In vivo administration of eggs containing anti-HIV-gp120 antibodies induced anti-anti-idiotypic antibodies, which recognized the epitope defined by peptide 254-274 of the HIV gp120. This indicated the presence of idiotypic antibodies, Ab1 and anti-idiotypic antibodies (Ab2) in eggs of chickens immunized with the HIV-gp120 peptide-KLH conjugate (which was able to stimulate the production of Ab3, when orally administered). In literature, study by other workers reported the development of an idiotype-anti-idiotype network of antibodies to bovine serum albumin (BSA) in eggs from chickens immunized with BSA [10]. Our study showed percentages of inhibition that were statistically significant, that were an indication of the presence of antianti- idiotypic antibodies (Ab3) against the HIV-gp120 fragment, which inhibited the formation of complexes between HIV-gp120 peptide and anti-HIVgp120 idiotypic antibodies. It was reported that intramuscular immunization of BALB/c mice with anti-idiotypic HIV gp160 peptide antibodies induced anti-anti-peptide antibodies (Ab-3), which also recognized a recombinant HIV gp160 preparation, and also inhibited its interaction with anti-HIV-gp160 antibodies (Ab1) [11].

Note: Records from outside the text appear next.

/** What the small tables beside the readings have in common: depth profiles, gauge studies, check wafers. */
import { isBlank, type DecimalMark } from './parse-number'
import type { Rows } from './split-rows'

export const TABLE_DELIMITERS = [',', ';', '\t'] as const
/** A header stands no lower. */
export const SEARCHED_ROWS = 200
/** More of them are of one cause. */
export const MAX_TABLE_PROBLEMS = 20

export interface RowFault {
  readonly line: number
  readonly why: string
}

/** Blank lines, and comments: those that begin with # or %. */
export function isPassedOver(cells: readonly string[]): boolean {
  return cells.every(isBlank) || /^\s*[#%]/.test(cells[0])
}

/** Between commas a decimal mark is a point; otherwise the one that more cells have. */
export function decimalMarkOf({ cells }: Rows, headerRow: number, delimiter: string): DecimalMark {
  if (delimiter === ',') return '.'
  const numbers = cells.slice(headerRow + 1).flat()
  const having = (mark: RegExp): number => numbers.filter((cell) => mark.test(cell)).length
  return having(/^\s*-?\d*,\d/) > having(/^\s*-?\d*\.\d/) ? ',' : '.'
}
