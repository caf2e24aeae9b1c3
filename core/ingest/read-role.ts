/** Which reading of its site a row of a long file holds, by its configuration and direction cells. */
export const REVERSE_BIT = 1
export const B_BIT = 2
/** The site has no name in the file, its number is ours. */
export const NUMBERED_BIT = 4

// Maps: a cell may say "constructor".
const CONFIGURATIONS: ReadonlyMap<string, number> = new Map(Object.entries({
  single: 0, '': 0, a: 0, b: B_BIT, 'config a': 0, 'config b': B_BIT, 'configuration a': 0, 'configuration b': B_BIT, '1-4': 0, '1-3': B_BIT })) // prettier-ignore
const DIRECTIONS: ReadonlyMap<string, number> = new Map(Object.entries({
  '': 0, forward: 0, fwd: 0, f: 0, '+': 0, positive: 0, pos: 0, plus: 0, normal: 0, '+1': 0, '1': 0,
  reverse: REVERSE_BIT, reversed: REVERSE_BIT, rev: REVERSE_BIT, r: REVERSE_BIT, '-': REVERSE_BIT, '\u2212': REVERSE_BIT,
  negative: REVERSE_BIT, neg: REVERSE_BIT, minus: REVERSE_BIT, '-1': REVERSE_BIT,
})) // prettier-ignore

/** Bits of the role, -1 if a cell is none of the words. An empty cell means A, forward. */
export function readRole(
  cells: readonly string[],
  at: { readonly configuration: number; readonly direction: number },
): number {
  const configuration = at.configuration < 0 ? 0 : CONFIGURATIONS.get(keyOf(cells[at.configuration]))
  const direction = at.direction < 0 ? 0 : DIRECTIONS.get(keyOf(cells[at.direction]))
  return configuration === undefined || direction === undefined ? -1 : configuration | direction
}

function keyOf(cell: string): string {
  return cell
    .trim()
    .replace(/^'(?=[+-])/, '')
    .toLowerCase()
}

The fact that antibodies belonging to the IgA and IgM isotypes are found in egg whites might enhance the immunogenic capability of the whole egg. In addition, immunization by oral routes is more ‘user friendly’. Antibodies given by mouth are subject to digestion but there is some evidence that antibody protein rich solutions such as egg yolks are more resistant to enzymatic digestion [12,13]. The effectiveness of a therapeutic HIV vaccine could be established in a clinical trial in humans. Parameters of the humoral immunity (e.g. titre of neutralizing anti-HIV antibodies) and cellular immunity (e.g. induction of specific anti-HIV CD8+ T cells) should be evaluated. The immunogen used to immunize chickens, gp120 peptide conjugated KLH, was an example of peptide vaccine [14,15], which induced the presence of antibodies against the original peptide; fragment 254-274 of the HIV gp120 in chicken eggs. The potential HIV vaccine proposed in this work (“egg vaccine”) has the advantage of being both an oral and an anti-idiotypic vaccine. Oral vaccines in general have the capacity to induce mucosal immunity, which involve strong humoral and cellular reactions [4] and therefore it could be a better candidate for a HIV therapeutic vaccine. Future work should prove the development of cellular immunity in recipients of anti-HIV positive eggs. In addition, the egg can be considered a complete nutrient as it provides several proteins with antimicrobial properties such as lysozyme [16], and antioxidants such as phosvitin [17]. These molecules along with antibodies would enhance the anti-HIV immunity in HIV+ carriers, improving their quality of life. It is expected that the egg, which is a safe product does not have the potential side effects produced by the ant-retroviral therapy employed in HIV infections.
Clearly, the results of the preliminary experiments strongly suggest that the chicken and egg system is a potential and novel approach for the development of anti-idiotypic vaccines that could prove useful in the treatment of microbial infections including HIV infections.